Rüyamda bir göl kenarımdayım. Bizim köydeki küçük gölümüz gibi aynen. Çevrede insanlar var. Gezmeye gelmiş olabilirler, belki de piknik yapıyorlar. Orada bir adam kumdan küçük kazan gibi bir şey yapıyor. İçine gölün kenarındaki bulanık sudan koyacak, süzecek, sonra kullanacak. Bir çeşit su arıtma mekanizması yapıyor yani. Bu sudan koyacağına biraz ilerdeki duru yerinden su alıp koysa diye düşünüyorum.
Biraz ileri gidiyorum. Yine benzer bir şey görüyorum sanırım. Aslında bu arıtma işlemine gerek var mı, belki gölün içlerinde su buradan çıkacak sudan daha temizdir diye düşünüyorum.

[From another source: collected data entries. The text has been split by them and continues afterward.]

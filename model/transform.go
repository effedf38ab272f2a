package model

import "math"

// Geometric writes the geometric adstock a_t = x_t + λ a_{t−1} (a_{−1} = 0)
// of x into dst and returns dst. dst may not alias x.
func Geometric(dst, x []float64, lambda float64) []float64 {
	var a float64
	for t, v := range x {
		a = v + lambda*a
		dst[t] = a
	}
	return dst
}

// GeometricDecayDeriv writes ∂a_t/∂λ of the geometric adstock a (as returned
// by Geometric) into dst: d_t = a_{t−1} + λ d_{t−1}.
func GeometricDecayDeriv(dst, a []float64, lambda float64) []float64 {
	var d, prev float64
	for t := range a {
		d = prev + lambda*d
		dst[t] = d
		prev = a[t]
	}
	return dst
}

// DelayedWeight is the weight of lag l in the delayed-peak adstock of Jin et
// al. (2017, "Bayesian Methods for Media Mix Modeling with Carryover and
// Shape Effects"): λ^((l−θ)²), largest at the peak lag θ.
func DelayedWeight(l int, lambda, peak float64) float64 {
	if lambda == 0 {
		if float64(l) == peak {
			return 1
		}
		return 0
	}
	d := float64(l) - peak
	return math.Pow(lambda, d*d)
}

// Delayed writes the delayed-peak adstock a_t = Σ_{l<L} λ^((l−θ)²) x_{t−l}
// into dst. If dLambda or dPeak are not nil they receive ∂a/∂λ and ∂a/∂θ.
func Delayed(dst, dLambda, dPeak, x []float64, lambda, peak float64, maxLag int) []float64 {
	w := make([]float64, maxLag)
	wl := make([]float64, maxLag)
	wp := make([]float64, maxLag)
	for l := range maxLag {
		w[l] = DelayedWeight(l, lambda, peak)
		d := float64(l) - peak
		if lambda > 0 {
			wl[l] = d * d * w[l] / lambda
			wp[l] = -2 * d * math.Log(lambda) * w[l]
		}
	}
	for t := range x {
		var a, al, ap float64
		for l := 0; l < maxLag && l <= t; l++ {
			v := x[t-l]
			a += w[l] * v
			al += wl[l] * v
			ap += wp[l] * v
		}
		dst[t] = a
		if dLambda != nil {
			dLambda[t] = al
		}
		if dPeak != nil {
			dPeak[t] = ap
		}
	}
	return dst
}

// Hill returns a^s / (a^s + k^s) for a ≥ 0, k > 0, s > 0.
func Hill(a, k, s float64) float64 {
	if a <= 0 {
		return 0
	}
	// Written with the ratio so that large a/k does not overflow.
	return 1 / (1 + math.Pow(k/a, s))
}

// HillDerivs returns the Hill value h and its derivatives with respect to
// a, k and s.
func HillDerivs(a, k, s float64) (h, da, dk, ds float64) {
	if a <= 0 {
		return 0, 0, 0, 0
	}
	r := math.Pow(k/a, s)
	h = 1 / (1 + r)
	hh := h * (1 - h) // = r / (1+r)²
	da = s * hh / a
	dk = -s * hh / k
	ds = hh * math.Log(a/k)
	return
}

// Exponential returns 1 − exp(−a/k).
func Exponential(a, k float64) float64 {
	if a <= 0 {
		return 0
	}
	return -math.Expm1(-a / k)
}

// ExponentialDerivs returns the exponential saturation value and its
// derivatives with respect to a and k.
func ExponentialDerivs(a, k float64) (v, da, dk float64) {
	if a <= 0 {
		return 0, 0, 0
	}
	// The value as Exponential computes it (not 1 − e): a curve's R(0) is
	// the difference of the two, and must be exactly 0, never a round-off
	// negative.
	e := math.Exp(-a / k)
	return -math.Expm1(-a / k), e / k, -a / (k * k) * e
}

// HalfLife returns the number of weeks after which a geometric adstock
// weight falls to half: ln 0.5 / ln λ (0 for λ = 0).
func HalfLife(lambda float64) float64 {
	if lambda <= 0 {
		return 0
	}
	return math.Log(0.5) / math.Log(lambda)
}
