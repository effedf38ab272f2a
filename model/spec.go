package model

import (
	"fmt"
	"math"
	"slices"

	"sluice/internal/strictyaml"
)

// Adstock kinds.
const (
	AdstockGeometric = "geometric"
	AdstockDelayed   = "delayed" // delayed peak (Jin et al. 2017)
)

// Saturation kinds.
const (
	SaturationHill        = "hill"
	SaturationExponential = "exponential"
)

// Range is a closed interval [Lo, Hi] of a parameter.
type Range [2]float64

// ChannelSpec is the model structure of one channel. In a Spec built in Go,
// a zero Range means the default (NewSpec, fill); in a spec file, a range
// that is written, even [0, 0], is kept as written: low = high fixes the
// parameter (decay: [0, 0] is "no carryover").
type ChannelSpec struct {
	Name       string `yaml:"-"`
	Adstock    string `yaml:"adstock"`    // "geometric" (default) or "delayed"
	Saturation string `yaml:"saturation"` // "hill" (default) or "exponential"
	Decay      Range  `yaml:"decay"`      // λ; default DefaultDecay [0, 0.85]
	Peak       Range  `yaml:"peak"`       // θ in weeks, delayed only; default DefaultPeak [0, 4]
	MaxLag     int    `yaml:"max_lag"`    // L, delayed only; default 13
	// HalfSaturation bounds κ, the steady-state adstock at half saturation
	// as a multiple of that of the channel's mean weekly spend (κ = 1: half
	// saturated at mean spend); default DefaultHalfSaturation [0.05, 10].
	HalfSaturation Range `yaml:"half_saturation"`
	Shape          Range `yaml:"shape"` // Hill shape s; default DefaultShape [1, 3]
	// Prior sets the channel's priors; unset ones take the defaults
	// (ResolvePriors).
	Prior ChannelPriorsSpec `yaml:"prior"`
}

// channelFile is a channel as a spec file writes it: a range that is
// present is kept even when it is [0, 0].
type channelFile struct {
	Adstock        string            `yaml:"adstock"`
	Saturation     string            `yaml:"saturation"`
	Decay          *Range            `yaml:"decay"`
	Peak           *Range            `yaml:"peak"`
	MaxLag         int               `yaml:"max_lag"`
	HalfSaturation *Range            `yaml:"half_saturation"`
	Shape          *Range            `yaml:"shape"`
	Prior          ChannelPriorsSpec `yaml:"prior"`
}

// Spec is the model structure: which columns play which role, and the form
// and bounds of every transform. The zero values of its fields mean the
// defaults documented on each.
type Spec struct {
	Channels []ChannelSpec
	Controls []string
	Trend    bool    // linear trend; default on (see NoTrend in SpecFile)
	Harm     int     // Fourier harmonics of the yearly season; default 2
	Period   float64 // season length in weeks; default 52.18
	Horizon  int     // planning horizon in weeks; default 13
	Starts   int     // multi-start count of the fit; default 6
}

// SpecFile is the YAML form of a spec (--spec model.yaml).
type SpecFile struct {
	Channels  map[string]channelFile `yaml:"channels"`
	Controls  []string               `yaml:"controls"`
	Trend     *bool                  `yaml:"trend"`
	Harmonics *int                   `yaml:"harmonics"`
	Period    float64                `yaml:"period_weeks"`
	Horizon   int                    `yaml:"horizon_weeks"`
	Starts    int                    `yaml:"starts"`
}

// Default boxes (common practice, no source: typical ranges for weekly
// media data). Decay up to 0.85 is a half-life of up to about four weeks.
// Half saturation κ from 0.05 to 10 times the steady state of mean spend:
// the low end admits a channel deep in saturation at current spend (half
// saturated at a twentieth of it, as always-on search often is), the high
// end a channel still nearly linear; the log-normal prior
// (DefaultHalfSatPrior) rather than the box keeps κ from running off where
// the data cannot settle it. The Hill shape starts at 1: below 1 the first
// currency unit has an infinite return. Peaks up to 4 weeks for delayed
// adstock.
var (
	DefaultDecay          = Range{0, 0.85}
	DefaultPeak           = Range{0, 4}
	DefaultMaxLag         = 13
	DefaultHalfSaturation = Range{0.05, 10}
	DefaultShape          = Range{1, 3}
)

const (
	DefaultHarmonics = 2
	DefaultPeriod    = 52.18 // mean weeks per year
	DefaultHorizon   = 13
	DefaultStarts    = 6
)

// NewSpec returns the default spec for the named channels and controls.
func NewSpec(channels, controls []string) Spec {
	s := Spec{Controls: slices.Clone(controls), Trend: true, Harm: DefaultHarmonics,
		Period: DefaultPeriod, Horizon: DefaultHorizon, Starts: DefaultStarts}
	for _, c := range channels {
		s.Channels = append(s.Channels, ChannelSpec{Name: c})
	}
	s.fill()
	return s
}

// fill replaces zero values with defaults.
func (s *Spec) fill() {
	for i := range s.Channels {
		c := &s.Channels[i]
		if c.Adstock == "" {
			c.Adstock = AdstockGeometric
		}
		if c.Saturation == "" {
			c.Saturation = SaturationHill
		}
		if c.Decay == (Range{}) {
			c.Decay = DefaultDecay
		}
		if c.Adstock == AdstockDelayed {
			if c.Peak == (Range{}) {
				c.Peak = DefaultPeak
			}
			if c.MaxLag == 0 {
				c.MaxLag = DefaultMaxLag
			}
		}
		if c.HalfSaturation == (Range{}) {
			c.HalfSaturation = DefaultHalfSaturation
		}
		if c.Saturation == SaturationHill && c.Shape == (Range{}) {
			c.Shape = DefaultShape
		}
	}
	s.fillSpec()
}

// fillSpec replaces the spec-wide zero values with defaults; channels are
// left as they are.
func (s *Spec) fillSpec() {
	if s.Period == 0 {
		s.Period = DefaultPeriod
	}
	if s.Horizon == 0 {
		s.Horizon = DefaultHorizon
	}
	if s.Starts == 0 {
		s.Starts = DefaultStarts
	}
}

// ApplyFile overlays a spec file onto s. Channels in the file must be among
// s's channels; those not in the file keep their defaults.
func (s *Spec) ApplyFile(f *SpecFile, source string) error {
	for name, cf := range f.Channels {
		i := slices.IndexFunc(s.Channels, func(c ChannelSpec) bool { return c.Name == name })
		if i < 0 {
			return fmt.Errorf("%s: channels.%s: channel is not among the model's channels %v", source, name, s.ChannelNames())
		}
		if err := cf.Prior.validate(source + ": channels." + name + ".prior"); err != nil {
			return err
		}
		// Start from the defaults of the channel's kinds, then keep every
		// range the file writes, whatever its value.
		cs := ChannelSpec{Name: name, Adstock: cf.Adstock, Saturation: cf.Saturation, MaxLag: cf.MaxLag, Prior: cf.Prior}
		one := Spec{Channels: []ChannelSpec{cs}}
		one.fill()
		cs = one.Channels[0]
		for _, r := range []struct {
			dst *Range
			src *Range
		}{{&cs.Decay, cf.Decay}, {&cs.Peak, cf.Peak}, {&cs.HalfSaturation, cf.HalfSaturation}, {&cs.Shape, cf.Shape}} {
			if r.src != nil {
				*r.dst = *r.src
			}
		}
		s.Channels[i] = cs
	}
	if f.Controls != nil {
		s.Controls = slices.Clone(f.Controls)
	}
	if f.Trend != nil {
		s.Trend = *f.Trend
	}
	if f.Harmonics != nil {
		s.Harm = *f.Harmonics
	}
	if f.Period != 0 {
		s.Period = f.Period
	}
	if f.Horizon != 0 {
		s.Horizon = f.Horizon
	}
	if f.Starts != 0 {
		s.Starts = f.Starts
	}
	s.fillSpec()
	return s.Validate(source)
}

// LoadSpecFile reads a YAML spec file strictly.
func LoadSpecFile(path string) (*SpecFile, error) {
	var f SpecFile
	if err := strictyaml.ReadFile(path, &f); err != nil {
		return nil, err
	}
	return &f, nil
}

// ParseSpecFile reads a YAML spec strictly from data; source names it in
// messages.
func ParseSpecFile(data []byte, source string) (*SpecFile, error) {
	var f SpecFile
	if err := strictyaml.Decode(data, source, &f); err != nil {
		return nil, err
	}
	return &f, nil
}

// Validate checks kinds and bounds; source names the spec in messages.
func (s *Spec) Validate(source string) error {
	bad := func(field, format string, a ...any) error {
		return fmt.Errorf("%s: %s: %s", source, field, fmt.Sprintf(format, a...))
	}
	if len(s.Channels) == 0 {
		return bad("channels", "at least one channel is needed")
	}
	rng := func(field string, r Range, lo, hi float64) error {
		if !(r[0] >= lo && r[1] <= hi && r[0] <= r[1]) || math.IsNaN(r[0]) || math.IsNaN(r[1]) {
			return bad(field, "range [%g, %g] must lie within [%g, %g] with low <= high", r[0], r[1], lo, hi)
		}
		return nil
	}
	for _, c := range s.Channels {
		p := "channels." + c.Name
		if err := c.Prior.validate(source + ": " + p + ".prior"); err != nil {
			return err
		}
		switch c.Adstock {
		case AdstockGeometric:
		case AdstockDelayed:
			if err := rng(p+".peak", c.Peak, 0, 52); err != nil {
				return err
			}
			if c.MaxLag < 1 || c.MaxLag > 104 || float64(c.MaxLag) <= c.Peak[1] {
				return bad(p+".max_lag", "%d must be between 1 and 104 and beyond the largest peak", c.MaxLag)
			}
		default:
			return bad(p+".adstock", "%q is not one of geometric, delayed", c.Adstock)
		}
		switch c.Saturation {
		case SaturationHill:
			if err := rng(p+".shape", c.Shape, 0.05, 20); err != nil {
				return err
			}
		case SaturationExponential:
		default:
			return bad(p+".saturation", "%q is not one of hill, exponential", c.Saturation)
		}
		if err := rng(p+".decay", c.Decay, 0, 0.99); err != nil {
			return err
		}
		if err := rng(p+".half_saturation", c.HalfSaturation, 1e-3, 1e3); err != nil {
			return err
		}
		if c.HalfSaturation[0] <= 0 {
			return bad(p+".half_saturation", "must be positive")
		}
	}
	if s.Harm < 0 || s.Harm > 10 {
		return bad("harmonics", "%d must be between 0 and 10", s.Harm)
	}
	if s.Period <= 1 {
		return bad("period_weeks", "%g must exceed 1", s.Period)
	}
	if s.Horizon < 1 || s.Horizon > 104 {
		return bad("horizon_weeks", "%d must be between 1 and 104", s.Horizon)
	}
	if s.Starts < 1 || s.Starts > 200 {
		return bad("starts", "%d must be between 1 and 200", s.Starts)
	}
	return nil
}

// ChannelNames returns the channel names in order.
func (s *Spec) ChannelNames() []string {
	out := make([]string, len(s.Channels))
	for i, c := range s.Channels {
		out[i] = c.Name
	}
	return out
}

// NumFixed is the number of columns that do not depend on the nonlinear
// parameters: intercept, trend, 2 per harmonic, one per control.
func (s *Spec) NumFixed() int {
	n := 1 + 2*s.Harm + len(s.Controls)
	if s.Trend {
		n++
	}
	return n
}

// numNonlinear is the number of nonlinear parameters of channel c.
func (c *ChannelSpec) numNonlinear() int {
	n := 2 // decay, half saturation
	if c.Adstock == AdstockDelayed {
		n++
	}
	if c.Saturation == SaturationHill {
		n++
	}
	return n
}

// NumParams is the total number of estimated parameters.
func (s *Spec) NumParams() int {
	n := s.NumFixed()
	for i := range s.Channels {
		n += 1 + s.Channels[i].numNonlinear()
	}
	return n
}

Biraz daha ilerliyorum. Göle akan küçük bir çay görüyorum orada, bizim göle akan Aydere’nin suyu kadar var. Ama o taraftan değil çınarlarla tepelerin arasındaki boşluktan akıyor. Bu su gölün suyundan daha temiz diye düşünüyorum. Suyun geldiği tarafa bakıyorum hiç suyu kirletecek bir şey yok görebildiğim mesafede.
Çevredeki insanlara “Gelin, bu suyu kullanın, bu su daha temiz.” diye sesleniyorum.

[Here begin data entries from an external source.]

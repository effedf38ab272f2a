#!/usr/bin/env bash
# CI step: sharded sluice runs on a real Slurm cluster.
#
# Starts a throwaway single-node cluster on localhost (munged, slurmctld and
# slurmd, config and state in a temporary directory, ports picked free),
# runs a bootstrap (4 shards) and a rehearsal (3 shards) as array jobs
# through examples/slurm/fanout.sh with one task of each failing once,
# checks that the merges name the missing shards, resubmits exactly those
# tasks, and checks that the merged files equal the unsharded runs byte for
# byte. The daemons it started are stopped by PID on every exit (trap);
# on failure their logs and the jobs' logs are printed.
#
# Needs root (the daemons run as root) and Debian's slurm-wlm and munge,
# installed here when missing. Every wait is bounded (FANOUT_CI_WAIT
# seconds, default 240). FANOUT_CI_KEEP=1 keeps the temporary directory.
#
#   .ci/slurm.sh            the CI check above (about 20 s)
#   .ci/slurm.sh scale      the sizing study of the README ("Running beyond
#                           one machine"): FANOUT_SCALE_DRAWS (default 8000)
#                           replicates of the invented 312-week, 12-channel
#                           panel, unsharded and as 1 task and as one task
#                           per CPU on the same node; wall times, merged =
#                           unsharded checked (tens of minutes)
set -euo pipefail
cd "$(dirname "$0")/.."
repo=$(pwd)
mode=${1:-check}
case $mode in
check) wait_limit=${FANOUT_CI_WAIT:-240} ;;
scale) wait_limit=${FANOUT_CI_WAIT:-5400} ;;
*)
	echo "usage: .ci/slurm.sh [scale]" >&2
	exit 2
	;;
esac
started=$(date +%s)

say() { printf '== slurm: %s\n' "$*"; }
die() {
	printf 'slurm CI FAILED: %s\n' "$*" >&2
	exit 1
}

[ "$(id -u)" -eq 0 ] || die "must run as root (it starts munged, slurmctld and slurmd)"

# --- packages -----------------------------------------------------------
need=()
for c in munged mungekey; do command -v "$c" >/dev/null || need+=(munge); done
for c in slurmctld slurmd sbatch squeue scontrol scancel sinfo; do
	command -v "$c" >/dev/null || need+=(slurm-wlm)
done
if [ ${#need[@]} -gt 0 ]; then
	mapfile -t need < <(printf '%s\n' "${need[@]}" | sort -u)
	say "installing ${need[*]}"
	export DEBIAN_FRONTEND=noninteractive
	# Keep the packages' own services from starting: this script runs its
	# own daemons and must leave none behind. Debian's policy-rc.d hook.
	made_policy=
	if [ ! -e /usr/sbin/policy-rc.d ]; then
		printf '#!/bin/sh\nexit 101\n' >/usr/sbin/policy-rc.d
		chmod 755 /usr/sbin/policy-rc.d
		made_policy=1
	fi
	rc=0
	{ apt-get update -qq && apt-get install -y -qq --no-install-recommends "${need[@]}" >/dev/null; } || rc=$?
	[ -z "$made_policy" ] || rm -f /usr/sbin/policy-rc.d
	[ "$rc" -eq 0 ] || die "apt-get install ${need[*]} failed (exit $rc)"
fi
say "$(slurmctld -V), $(munged -V 2>&1 | head -n1)"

Rüyadaki sembolleri pek anlamadım. Akşam “Modern Felsefe” kitabından Kant hakkında bir bölüm okumuş, çok anlayamamıştım, gündüz de biraz İmam Gazali okumuştum. Felsefenin lüzumu hakkında düşünmüştüm birazcık, bilinç altımda gündüzki işler bu şekilde mi şekillendi acaba.
Geldiyev’in bir şiiri vardı;

“Mecali kalmayıp sararan yaprak
Kargalara tahtın koyduğu aylar,
Duygular incelir saçın teli dek,
Düşte devam eder gündüzki şeyler.”

Onun gibi bir şeydir belki de, gündüzki düşünceler düşte devam etmiştir.
Gerçi o aylar geçti aslında, bahar yine her zamanki gibi badem çiçekleriyle geldi, sokaklara sokulabildiği kadar sokuldu. Hatta çiçek açan birkaç kayısı ve vişne de gördüm bugün ama zihnim nedense sarı yaprakların tahtını kargalara koyduğu aylarda kalmış. Kargalar da o günlerin geçtiğinin farkına varamadı sanırım. Hala akşam üstleri başımın üstünde dönüp duruyorlar.